Thursday, July 18, 2013

Kajtazovic Explores Candidacy in Cedar Rapids

Anesa Kajtazovic took her brand new exploratory campaign into the 1st District's biggest county Wednesday, meeting potential supporters for coffee and speaking to a Hawkeye Labor Council meeting.

The two term Waterloo legislator is in the first week of a 20 county in 20 day listening tour  and what she's hearing so far seemed positive. Two dozen people showed up for a mid-afternoon event, many staying the full two hours. Most were new faces, but longtime Linn County activists Harvey Ross and Norm Sterzenbach Sr. were also on hand.

Linn County is home to three potential Democratic primary rivals: former legislator Swati Dandekar, attorney Dave O'Brien, and city council member Monica Vernon. Rep. Pat Murphy is the lone Dubuque candidate, and Kajtazovic would be the only candidate from Black Hawk. Those three counties together make up about two-thirds of the district's vote.

At 26 Kajtazovic is half the age of her potential opponents, yet comes to politics with a compelling story and experience beyond her years. "With hard work you can make your dreams come true in America," she says; "I'm very lucky to get a second chance at life." And that resonates with a deeper meaning once you know Kajtazovic arrived in Waterloo at age 10 in 1997 from a refugee camp in Bosnia.

"Coming here as a refugee wasn't easy, but it was probably harder for my parents. When you're a kid you adjust. But when you arrive with limited English skills, and your diploma isn't worth anything, you take any job you can." Her parents took factory jobs, her father working two at times. Anesa's first involvement in policy was helping her mother navigate the health care system after a workplace injury.

Kajtazovic worked her way through UNI in three years with a double major. While there, she began her political involvement, interning for fellow Black Hawk County legislator Bob Kressig in 2006, and also helping the man she hopes to replace in Congress, Senate candidate Bruce Braley.

An unusual combination of circumstances led Kajtazovic to become a candidate herself in 2010. She didn't discuss the details, but I remember the back story well.

Republican Tami Weincek had upset longtime legislator Don Shoultz in the Democratic banner year of 2006, for one of the few GOP gains anywhere in the nation. Democrat Kerry Burt regained it in 2008, but quickly got mired in ethical issues. Privately Democrats unsuccessfully pushed Burt to step down. Republicans had recruited former Waterloo mayor John Rooff in anticipation of an easy pickup.

Kajtazovic was the only Democrat with the nerve to step in for a primary challenge to Burt. She quickly rallied support, and Burt bailed after the formal withdrawal deadline. Kajtazovic then went on to beat Rooff by almost 20 points in the worst Democratic year in two decades.

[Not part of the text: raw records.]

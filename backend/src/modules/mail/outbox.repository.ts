import { Injectable } from '@nestjs/common';
import { and, count, desc, eq, sql } from 'drizzle-orm';
import { DbService } from '../../db/db.service.js';
import type { Executor } from '../../db/database.js';
import { outbox } from '../../db/schema/index.js';

export type OutboxRow = typeof outbox.$inferSelect;
export type NewOutboxMessage = Pick<OutboxRow, 'kind' | 'toAddress' | 'subject' | 'text' | 'html'> & {
  docSetId?: string | null;
  dedupeKey?: string;
  headers?: Record<string, string>;
};

@Injectable()
export class OutboxRepository {
  constructor(private readonly database: DbService) {}

  async insert(messages: (NewOutboxMessage & { id: string; messageId: string })[], executor: Executor = this.database.db): Promise<void> {
    // A fixed Message-ID (e.g. one digest per run and user) makes enqueueing the same mail twice harmless.
    if (messages.length) await executor.insert(outbox).values(messages).onConflictDoNothing({ target: outbox.messageId });
  }

  /** Claims due messages: marks them `sending` and counts the attempt, so a second sender skips them. */
  async claimDue(limit: number): Promise<OutboxRow[]> {
    const result = await this.database.db.execute(sql`
      update outbox set status = 'sending', attempts = attempts + 1
      where id in (
        select id from outbox where status = 'pending' and next_attempt_at <= now()
        order by next_attempt_at limit ${limit} for update skip locked)
      returning id`);
    const ids = (result as unknown as { rows: { id: string }[] }).rows.map((r) => r.id);
    if (ids.length === 0) return [];
    return this.database.db
      .select()
      .from(outbox)
      .where(sql`${outbox.id} in ${ids}`);
  }

  async markSent(id: string): Promise<void> {
    await this.database.db.update(outbox).set({ status: 'sent', sentAt: new Date(), lastError: null }).where(eq(outbox.id, id));
  }

  async markRetry(id: string, error: string, nextAttemptAt: Date): Promise<void> {
    await this.database.db.update(outbox).set({ status: 'pending', lastError: error, nextAttemptAt }).where(eq(outbox.id, id));
  }

  async markFailed(id: string, error: string): Promise<void> {
    await this.database.db.update(outbox).set({ status: 'failed', lastError: error }).where(eq(outbox.id, id));
  }

  /** After a crash, messages caught in `sending` go back to the queue (sent again with the same Message-ID). */
  async requeueInterrupted(): Promise<number> {
    const rows = await this.database.db
      .update(outbox)
      .set({ status: 'pending' })
      .where(eq(outbox.status, 'sending'))
      .returning({ id: outbox.id });
    return rows.length;
  }

  async list(status: OutboxRow['status'] | undefined, offset: number, limit: number) {
    const where = status ? and(eq(outbox.status, status)) : undefined;
    const rows = await this.database.db.select().from(outbox).where(where).orderBy(desc(outbox.createdAt)).offset(offset).limit(limit);
    const [{ value }] = await this.database.db.select({ value: count() }).from(outbox).where(where);
    return { rows, total: value };
  }
}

So, attn: anyone dismissing Kajtazovic's chances? She's heard it before. 

"I was told it was not possible for someone my age," said Kajtazovic, who at 23 became the youngest woman ever elected to the Iowa legislature. "There were a lot of doubts - 'can you handle that job?' I think I've more than handled it."

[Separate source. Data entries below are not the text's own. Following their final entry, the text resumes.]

/** Pages and links by path (ids differ between snapshots), in a stable order. */
async function contentOf(t: TestApp, snapshotId: string): Promise<unknown> {
  const db = t.app.get(DbService).db;
  const pages = (await db.execute(
    sql`SELECT path, title, content_hash, word_count, facts, raw_links, text FROM pages WHERE snapshot_id = ${snapshotId}::uuid ORDER BY path`,
  )) as unknown as { rows: unknown[] };
  const links = (await db.execute(sql`
    SELECT s.path AS source, l.line, l."column", l.href, l.kind, l.status, tp.path AS target, l.target_path, l.anchor, l.flags
    FROM links l JOIN pages s ON s.id = l.source_page_id LEFT JOIN pages tp ON tp.id = l.target_page_id
    WHERE l.snapshot_id = ${snapshotId}::uuid ORDER BY s.path, l.line, l."column"`)) as unknown as { rows: unknown[] };
  return { pages: pages.rows, links: links.rows };
}

function sqlInsertPage(snapshotId: string) {
  // A half-written import: one page row exists when the process stops.
  return sql`INSERT INTO pages (snapshot_id, path, title, content_hash, facts, raw_links) VALUES (${snapshotId}::uuid, 'x.md', 'X', 'h', '{}'::jsonb, '[]'::jsonb)`;
}

async function linkGraphOf(t: TestApp, snapshotId: string) {
  const db = t.app.get(DbService).db;
  const edges = (await db.execute(sql`
    SELECT DISTINCT s.path AS source, tp.path AS target FROM links l
    JOIN pages s ON s.id = l.source_page_id JOIN pages tp ON tp.id = l.target_page_id
    WHERE l.snapshot_id = ${snapshotId}::uuid AND l.status IN ('ok', 'redirected') AND tp.id <> s.id
      AND s.snapshot_id = ${snapshotId}::uuid AND tp.snapshot_id = ${snapshotId}::uuid`)) as unknown as {
    rows: { source: string; target: string }[];
  };
  const problems = (await db.execute(sql`
    SELECT s.path AS source, l.href, l.status FROM links l JOIN pages s ON s.id = l.source_page_id
    WHERE l.snapshot_id = ${snapshotId}::uuid AND l.status IN ('broken', 'broken-anchor', 'ambiguous')`)) as unknown as {
    rows: { source: string; href: string; status: string }[];
  };
  return { edges: edges.rows.map((e) => [e.source, e.target]), problems: problems.rows };
}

At the coffee shop, Kajtazovic and questioners focused on lunchbucket issues: jobs, education, and health care. "With Republicans, all they want to talk about is taxes," she said of her experience in the legislature. But a lot of the business community I've talked to, they want skilled workers."

One exception was the Edward Snowden/NSA issue, raised by a questioner. "It's obviously damaging and a concern," said Kajtazovic, adding that Congress should play a greater NSA oversight role. 

Kajtazovic plans a grass-roots campaign like the ones that have succeeded for her in Waterloo. "Some people in Washington DC and Des Moines think it's all about getting the right consultants. Give me a break. I completely disagree. It should all be about hard work, the person and their values."

Kajtazovic sees her age and atypical background as a strength. "A lot of people are looking for a new vision and new ideas. More and more people are feeling disenfranchised and disappointed. We're becoming more and more diverse and Washington needs to be more representative." These themes seem similar to the framework Cedar Rapids Rep. Tyler Olson is using is his campaign for governor, so it's likely that youth vs. experience, and the definition of "experience," will be on the minds of voters in both races.